Era un mojicón gigantesco, de esos redondeles cubiertos por azúcar, aunque este olía a orines de anden a las afueras de un bar. Me quise comer veinte, pero me llené con dos. Empecé a caminar por esa calle larga y adoquinada, era infinita, iba más allá del horizonte, era como estar en una playa e intentar ver al otro lado del mundo. Como a treinta y seis pasos la vista se empezó a nublar, a decir verdad, la puse china, asiática, para lograr ver a un árbol frondoso, como aquel que estaba en mi casa de infancia. Cuando estuve cerca de él descubrí que era un mango, estaba repleto de esas pepas carnosas y muy dulces, pero también expelía un intenso olor a chicle, a motitas. Entonces le dije, -ey árbol, ¿cómo estás? El mango alzó su mirada con unas Ray Ban bien oscuras, -Pues bien -respondió -aquí plantado. Luego del saludo le conté que cuando yo era niño tenía unas zapatillas con unas suelas que olían a canela. -Coma mierda -me respondió el árbol agitando sus ramas para que me cayera un bombardeo de mangos. 

Con la intensidad de aquel encuentro fortuito, seguí mi camino.
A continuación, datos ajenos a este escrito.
const DESCRIPTION: &str = "\
bandsaw turns a data array into bootstrap intervals: the estimate of a statistic, its standard \
error and bias, confidence intervals by up to five methods (percentile, basic, normal, BCa, \
studentized) with the Monte Carlo error of every endpoint, diagnostics with stable warning codes, \
and a token that replays the computation exactly.

Everything is JSON over HTTP/1.1. Numbers are JSON numbers: `NaN`, `Infinity` or numeric strings \
in data are refused with a 422 that names the index, and no response holds a `null` number.

Every error is an RFC 9457 problem document (`Content-Type: application/problem+json`) with a \
stable `type` of the form `/problems/<slug>`; validation reports every invalid field at once, each \
with a JSON Pointer (RFC 6901) into the request. Besides the statuses listed on each operation, any \
path that is not a route answers `404` (`/problems/not-found`) and a route asked with a method it \
does not answer gives `405` (`/problems/method-not-allowed`); see the `NotFound` and \
`MethodNotAllowed` responses under `components`.

API keys are optional: a server started without keys serves `/v1/*` to anyone; a server started \
with keys needs `Authorization: Bearer <key>` on `/v1/*` and answers `401` \
(`/problems/unauthorized`) without a valid one. The health, readiness, metrics and document \
routes never need a key.";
De vez en vez miraba al árbol que se alejaba de mi mirada conforme continuaba mis pasos. En aquel viaje rumbo a las montañas me encontré una lata vacía de salchichas, era similar a esas que mi mamá abría los domingos y nos daba de una salchicha a cada uno en el plato. La agarré a patadas por esa calle larga, le di tantas, que en un momento pensé que, “pobre latica, yo golpeándola, debe tener hasta familia”. Entonces la tomé y la acaricié, la acaricié y la acaricié hasta que terminé pidiéndole perdón. La dejé al lado de un rosal, de esos que crecen en los antejardines del barrio Cádiz. En el muro de aquella casa había un aviso gigante que decía: Los Remansos. Seguí caminando. 
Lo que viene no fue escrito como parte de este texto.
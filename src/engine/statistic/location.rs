//! Location statistics: mean, trimmed mean, geometric mean, proportion.

use super::{Scratch, Statistic};
use crate::engine::data::{Prepared, SortedColumn};

fn one(data: &Prepared) -> &SortedColumn {
    match data {
        Prepared::One(c) => c,
        Prepared::Rows(_) => unreachable!("location statistics are built for one column only"),
    }
}

/// Σ w x / Σ w over a one-column sample.
pub(crate) fn weighted_mean_one(data: &Prepared, w: &[f64]) -> f64 {
    let c = one(data);
    weighted_mean(&c.x, w)
}

pub(crate) fn weighted_mean(x: &[f64], w: &[f64]) -> f64 {
    let (mut sw, mut sx) = (0.0, 0.0);
    for (xi, wi) in x.iter().zip(w) {
        sw += wi;
        sx += wi * xi;
    }
    sx / sw
}

/// Plug-in (divide by Σw) variance of a weighted column, two-pass.
pub(crate) fn weighted_plugin_variance(x: &[f64], w: &[f64]) -> f64 {
    let m = weighted_mean(x, w);
    let (mut sw, mut ss) = (0.0, 0.0);
    for (xi, wi) in x.iter().zip(w) {
        let d = xi - m;
        sw += wi;
        ss += wi * d * d;
    }
    ss / sw
}

/// Leave-one-out means in O(n): removing one observation of unit j gives (S − x_j)/(N − 1).
/// Computed on centred values so that large offsets do not cancel.
pub(crate) fn jackknife_means(x: &[f64], base: &[f64]) -> Vec<f64> {
    let n: f64 = base.iter().sum();
    let m = weighted_mean(x, base);
    let s: f64 = x.iter().zip(base).map(|(xi, wi)| wi * (xi - m)).sum();
    x.iter().map(|xi| m + (s - (xi - m)) / (n - 1.0)).collect()
}

/// The arithmetic mean.
pub struct Mean;

impl Statistic for Mean {
    fn evaluate(&self, data: &Prepared, w: &[f64], _: &mut Scratch) -> f64 {
        weighted_mean_one(data, w)
    }
    fn jackknife_closed(&self, data: &Prepared) -> Option<Vec<f64>> {
        let c = one(data);
        Some(jackknife_means(&c.x, &c.base))
    }
    /// σ̂/√n with the plug-in σ̂ (Efron & Tibshirani 1993, eq. 5.4 and ch. 12).
    fn analytic_se(&self, data: &Prepared, w: &[f64]) -> Option<f64> {
        let c = one(data);
        let total: f64 = w.iter().sum();
        Some((weighted_plugin_variance(&c.x, w) / total).sqrt())
    }
    fn has_analytic_se(&self) -> bool {
        true
    }
}

/// The share of values equal to 1 in data of 0s and 1s.
pub struct Proportion;

impl Statistic for Proportion {
    fn evaluate(&self, data: &Prepared, w: &[f64], _: &mut Scratch) -> f64 {
        weighted_mean_one(data, w)
    }
    fn jackknife_closed(&self, data: &Prepared) -> Option<Vec<f64>> {
        let c = one(data);
        Some(jackknife_means(&c.x, &c.base))
    }
    /// √(p̂(1 − p̂)/n), the binomial standard error.
    fn analytic_se(&self, data: &Prepared, w: &[f64]) -> Option<f64> {
        let p = weighted_mean_one(data, w);
        let total: f64 = w.iter().sum();
        Some((p * (1.0 - p) / total).sqrt())
    }
    fn has_analytic_se(&self) -> bool {
        true
    }
}

/// exp of the mean of the logarithms; needs positive data.
pub struct GeometricMean {
    ln_x: Vec<f64>,
}

impl GeometricMean {
    pub fn new(data: &Prepared) -> Self {
        GeometricMean {
            ln_x: one(data).x.iter().map(|v| v.ln()).collect(),
        }
    }
}

impl Statistic for GeometricMean {
    fn evaluate(&self, _: &Prepared, w: &[f64], _: &mut Scratch) -> f64 {
        weighted_mean(&self.ln_x, w).exp()
    }
    fn jackknife_closed(&self, data: &Prepared) -> Option<Vec<f64>> {
        let c = one(data);
        Some(jackknife_means(&self.ln_x, &c.base).into_iter().map(f64::exp).collect())
    }
    /// Delta method: g · σ̂(ln x)/√n.
    fn analytic_se(&self, _: &Prepared, w: &[f64]) -> Option<f64> {
        let total: f64 = w.iter().sum();
        let g = weighted_mean(&self.ln_x, w).exp();
        Some(g * (weighted_plugin_variance(&self.ln_x, w) / total).sqrt())
    }
    fn has_analytic_se(&self) -> bool {
        true
    }
}

/// The mean after dropping ⌊trim·n⌋ observations at each end (the convention of
/// `scipy.stats.trim_mean`). With real (Bayesian) weights the same cut is applied to the
/// cumulative weight, so units straddling a cut count in part.
pub struct TrimmedMean {
    pub trim: f64,
}

impl Statistic for TrimmedMean {
    fn evaluate(&self, data: &Prepared, w: &[f64], _: &mut Scratch) -> f64 {
        let c = one(data);
        let total: f64 = w.iter().sum();
        let g = (self.trim * total).floor();
        let (lo, hi) = (g, total - g);
        let (mut acc, mut kept, mut start) = (0.0, 0.0, 0.0);
        for (xi, wi) in c.x.iter().zip(w) {
            if *wi == 0.0 {
                continue;
            }
            let end = start + wi;
            let overlap = end.min(hi) - start.max(lo);
            if overlap > 0.0 {
                acc += overlap * xi;
                kept += overlap;
            }
            start = end;
            if start >= hi {
                break;
            }
        }
        acc / kept
    }

    /// Leave-one-out trimmed means in O(n log n). Deleting one copy of unit j (whose copies end
    /// at cumulative count C_j) maps order position t of the reduced sample to t when
    /// t < C_j − 1 and to t + 1 otherwise (see `quantile::jackknife_quantiles`), so the kept
    /// positions [g′, n − 1 − g′) of the reduced sample are original positions
    /// [g′, min(C_j − 1, n − 1 − g′)) ∪ [max(g′, C_j − 1) + 1, n − g′), summed with prefix sums
    /// of the order statistics.
    fn jackknife_closed(&self, data: &Prepared) -> Option<Vec<f64>> {
        let c = one(data);
        let n1 = c.total - 1.0;
        let g = (self.trim * n1).floor();
        let (lo, hi) = (g, n1 - g);
        let mut cum = Vec::with_capacity(c.x.len());
        let mut pre = Vec::with_capacity(c.x.len());
        let (mut cc, mut ss) = (0.0, 0.0);
        for (x, b) in c.x.iter().zip(&c.base) {
            cc += b;
            ss += b * x;
            cum.push(cc);
            pre.push(ss);
        }
        // Sum of the first p order statistics (p a whole number in 0..=n).
        let prefix = |p: f64| -> f64 {
            if p <= 0.0 {
                return 0.0;
            }
            let k = cum.partition_point(|cj| *cj < p);
            let (before_c, before_s) = if k == 0 { (0.0, 0.0) } else { (cum[k - 1], pre[k - 1]) };
            before_s + (p - before_c) * c.x[k]
        };
        let span = |a: f64, b: f64| if b > a { prefix(b) - prefix(a) } else { 0.0 };
        Some(
            cum.iter()
                .map(|cj| {
                    let r = cj - 1.0;
                    (span(lo, r.min(hi)) + span(r.max(lo) + 1.0, hi + 1.0)) / (hi - lo)
                })
                .collect(),
        )
    }
}

#[cfg(test)]
mod tests {
    use super::*;
    use crate::engine::data::Sample;

    fn prep(x: &[f64]) -> Prepared {
        Prepared::from_sample(&Sample::Column(x.to_vec()))
    }

    #[test]
    fn trimmed_mean_matches_scipy_convention() {
        // scipy.stats.trim_mean(range(10), 0.1) == 4.5 (cuts int(0.1*10) = 1 from each end);
        // trim_mean([1,2,3,4,100], 0.2) == 3.0 (cuts 1 from each end). scipy 1.17.
        let d = prep(&[0., 1., 2., 3., 4., 5., 6., 7., 8., 9.]);
        let w = d.base_weights();
        assert_eq!(TrimmedMean { trim: 0.1 }.evaluate(&d, &w, &mut Scratch::default()), 4.5);
        let d = prep(&[1., 2., 3., 4., 100.]);
        let w = d.base_weights();
        assert_eq!(TrimmedMean { trim: 0.2 }.evaluate(&d, &w, &mut Scratch::default()), 3.0);
    }

    #[test]
    fn closed_jackknife_of_trimmed_mean_matches_direct() {
        let samples = [
            Prepared::from_sample(&Sample::Aggregated {
                values: vec![1., 2., 3., 7., 9., 12.],
                counts: vec![1, 3, 1, 2, 4, 2],
            }),
            prep(&[5.0, 1.0, 9.0, 2.0, 2.0, 8.0, 3.0, 7.0, 4.0, 6.0, 10.0]),
        ];
        for d in &samples {
            let Prepared::One(c) = d else { unreachable!() };
            for trim in [0.0, 0.1, 0.2, 0.25, 0.4] {
                let t = TrimmedMean { trim };
                let jack = t.jackknife_closed(d).unwrap();
                for j in 0..c.x.len() {
                    let mut w = c.base.clone();
                    w[j] -= 1.0;
                    let direct = t.evaluate(d, &w, &mut Scratch::default());
                    assert!((jack[j] - direct).abs() < 1e-12, "trim {trim} unit {j}: {} vs {direct}", jack[j]);
                }
            }
        }
    }

    #[test]
    fn closed_jackknife_of_mean_matches_direct() {
        let x = [3.0, 1.0, 4.0, 1.0, 5.0, 9.0];
        let d = prep(&x);
        let jack = Mean.jackknife_closed(&d).unwrap();
        let Prepared::One(c) = &d else { unreachable!() };
        for (j, v) in jack.iter().enumerate() {
            let mut w = c.base.clone();
            w[j] -= 1.0;
            let direct = Mean.evaluate(&d, &w, &mut Scratch::default());
            assert!((v - direct).abs() < 1e-12, "{v} vs {direct}");
        }
    }
}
La noche cayó de repente, tenía una luna amarillenta y eso me removió la bilis, empecé a tener unas ganas intensas de vomitar que resolví escupiendo. Entonces me puse a escupir a cascadas y en esas me dije: “le voy a apuntar a esa luna hepática”. El primer escupitajo pasó cerca, pero el segundo le dio justo en la mitad y esa luna salió al carajo. Pasó por el cinturón de asteroides, voló y voló por el espacio, hasta que los anillos de Saturno la dividieron en dos. Pobre luna. El cielo quedó sin luna y yo fui muy feliz. La noche se llenó de puntitos blancos que titilaban con intensidad, más que nunca. El firmamento parecía lleno de pedacitos de azúcar, como las del mojicón que olía a orines de andén a las afueras de un bar. ¡Qué linda noche! Pensé en voz alta.
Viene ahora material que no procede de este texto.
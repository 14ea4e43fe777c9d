//! Spread statistics: variance and standard deviation (plug-in, or with `ddof`), coefficient
//! of variation.

use super::location::{weighted_mean, weighted_plugin_variance};
use super::{Scratch, Statistic};
use crate::engine::data::{Prepared, SortedColumn};

fn one(data: &Prepared) -> &SortedColumn {
    match data {
        Prepared::One(c) => c,
        Prepared::Rows(_) => unreachable!("spread statistics are built for one column only"),
    }
}

/// Leave-one-out (mean, sum of squared deviations, size) for every unit, in O(units), from
/// centred sums: removing one copy of d_j = x_j − x̄ leaves S₁ − d_j and S₂ − d_j².
fn jackknife_moments(c: &SortedColumn) -> Vec<(f64, f64, f64)> {
    let n = c.total;
    let m = weighted_mean(&c.x, &c.base);
    let s1: f64 = c.x.iter().zip(&c.base).map(|(x, b)| b * (x - m)).sum();
    let s2: f64 = c.x.iter().zip(&c.base).map(|(x, b)| b * (x - m) * (x - m)).sum();
    let n1 = n - 1.0;
    c.x.iter()
        .map(|x| {
            let d = x - m;
            let t1 = s1 - d;
            let t2 = s2 - d * d;
            (m + t1 / n1, (t2 - t1 * t1 / n1).max(0.0), n1)
        })
        .collect()
}

/// Variance (`root: false`) or standard deviation (`root: true`) with divisor n − ddof.
pub struct Variance {
    pub ddof: f64,
    pub root: bool,
}

impl Statistic for Variance {
    fn evaluate(&self, data: &Prepared, w: &[f64], _: &mut Scratch) -> f64 {
        let c = one(data);
        let total: f64 = w.iter().sum();
        let v = weighted_plugin_variance(&c.x, w) * total / (total - self.ddof);
        if self.root {
            v.sqrt()
        } else {
            v
        }
    }
    fn jackknife_closed(&self, data: &Prepared) -> Option<Vec<f64>> {
        Some(
            jackknife_moments(one(data))
                .into_iter()
                .map(|(_, ss, n)| {
                    let v = ss / (n - self.ddof);
                    if self.root {
                        v.sqrt()
                    } else {
                        v
                    }
                })
                .collect(),
        )
    }
    /// Large-sample standard error of the plug-in variance, √((m₄ − m₂²)/n), scaled by
    /// n/(n − ddof); for the standard deviation the delta method divides by 2σ̂
    /// (e.g. Davison & Hinkley 1997, §2.7; common practice).
    fn analytic_se(&self, data: &Prepared, w: &[f64]) -> Option<f64> {
        let c = one(data);
        let total: f64 = w.iter().sum();
        let m = weighted_mean(&c.x, w);
        let m2 = weighted_plugin_variance(&c.x, w);
        if m2 == 0.0 {
            return Some(0.0);
        }
        // Fourth moment in units of m₂ (the kurtosis), so no power of a large deviation is formed.
        let mut kurt = 0.0;
        for (x, wi) in c.x.iter().zip(w) {
            let r = (x - m) * (x - m) / m2;
            kurt += wi * r * r;
        }
        kurt /= total;
        let k = total / (total - self.ddof);
        let se_var = k * m2 * ((kurt - 1.0).max(0.0) / total).sqrt();
        if self.root {
            // se(sd) = se(var)/(2 sd), written so that no product of large numbers is formed.
            Some(k.sqrt() * m2.sqrt() * ((kurt - 1.0).max(0.0) / total).sqrt() / 2.0)
        } else {
            Some(se_var)
        }
    }
    fn has_analytic_se(&self) -> bool {
        true
    }
}

/// Plug-in standard deviation over the mean.
pub struct CoefficientOfVariation;

impl Statistic for CoefficientOfVariation {
    fn evaluate(&self, data: &Prepared, w: &[f64], _: &mut Scratch) -> f64 {
        let c = one(data);
        weighted_plugin_variance(&c.x, w).sqrt() / weighted_mean(&c.x, w)
    }
    fn jackknife_closed(&self, data: &Prepared) -> Option<Vec<f64>> {
        Some(
            jackknife_moments(one(data))
                .into_iter()
                .map(|(m, ss, n)| (ss / n).sqrt() / m)
                .collect(),
        )
    }
}

#[cfg(test)]
mod tests {
    use super::*;
    use crate::engine::data::Sample;

    #[test]
    fn closed_jackknife_matches_direct() {
        let d = Prepared::from_sample(&Sample::Aggregated {
            values: vec![1., 2., 3., 7., 9.],
            counts: vec![1, 3, 1, 2, 4],
        });
        let Prepared::One(c) = &d else { unreachable!() };
        let stats: Vec<Box<dyn Statistic>> = vec![
            Box::new(Variance { ddof: 0.0, root: false }),
            Box::new(Variance { ddof: 1.0, root: true }),
            Box::new(CoefficientOfVariation),
        ];
        for s in &stats {
            let jack = s.jackknife_closed(&d).unwrap();
            for j in 0..c.x.len() {
                let mut w = c.base.clone();
                w[j] -= 1.0;
                let direct = s.evaluate(&d, &w, &mut Scratch::default());
                assert!((jack[j] - direct).abs() < 1e-12 * direct.abs().max(1.0), "{} vs {direct}", jack[j]);
            }
        }
    }

    #[test]
    fn ddof_one_is_the_unbiased_variance() {
        // Sample variance of 1..5 with divisor n − 1 is 2.5 (numpy var(ddof=1)); plug-in is 2.
        let d = Prepared::from_sample(&Sample::Column(vec![1., 2., 3., 4., 5.]));
        let w = d.base_weights();
        let mut s = Scratch::default();
        assert!((Variance { ddof: 1.0, root: false }.evaluate(&d, &w, &mut s) - 2.5).abs() < 1e-12);
        assert!((Variance { ddof: 0.0, root: false }.evaluate(&d, &w, &mut s) - 2.0).abs() < 1e-12);
    }
}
Era tan tarde que me empezó a dar sueño, uno de esos soporíferos como los que produce el Clonazepán. Estaba por caerme dormido cuando recordé que el camino para llegar a las montañas no era por esa calle larga, sino metiéndome por un callejón cerca de San Simón. Me fui por ahí, el sendero se hizo curvas, el aire de la noche se puso delgadito y me daba unos pellizcos profusos que me ayudaban a mantenerme despierto. En esas le dije a la noche, -ey, ponte menos fría. Ella volteó a verme y con vehemencia me respondió, -yo soy así de intensa, acostúmbrate. 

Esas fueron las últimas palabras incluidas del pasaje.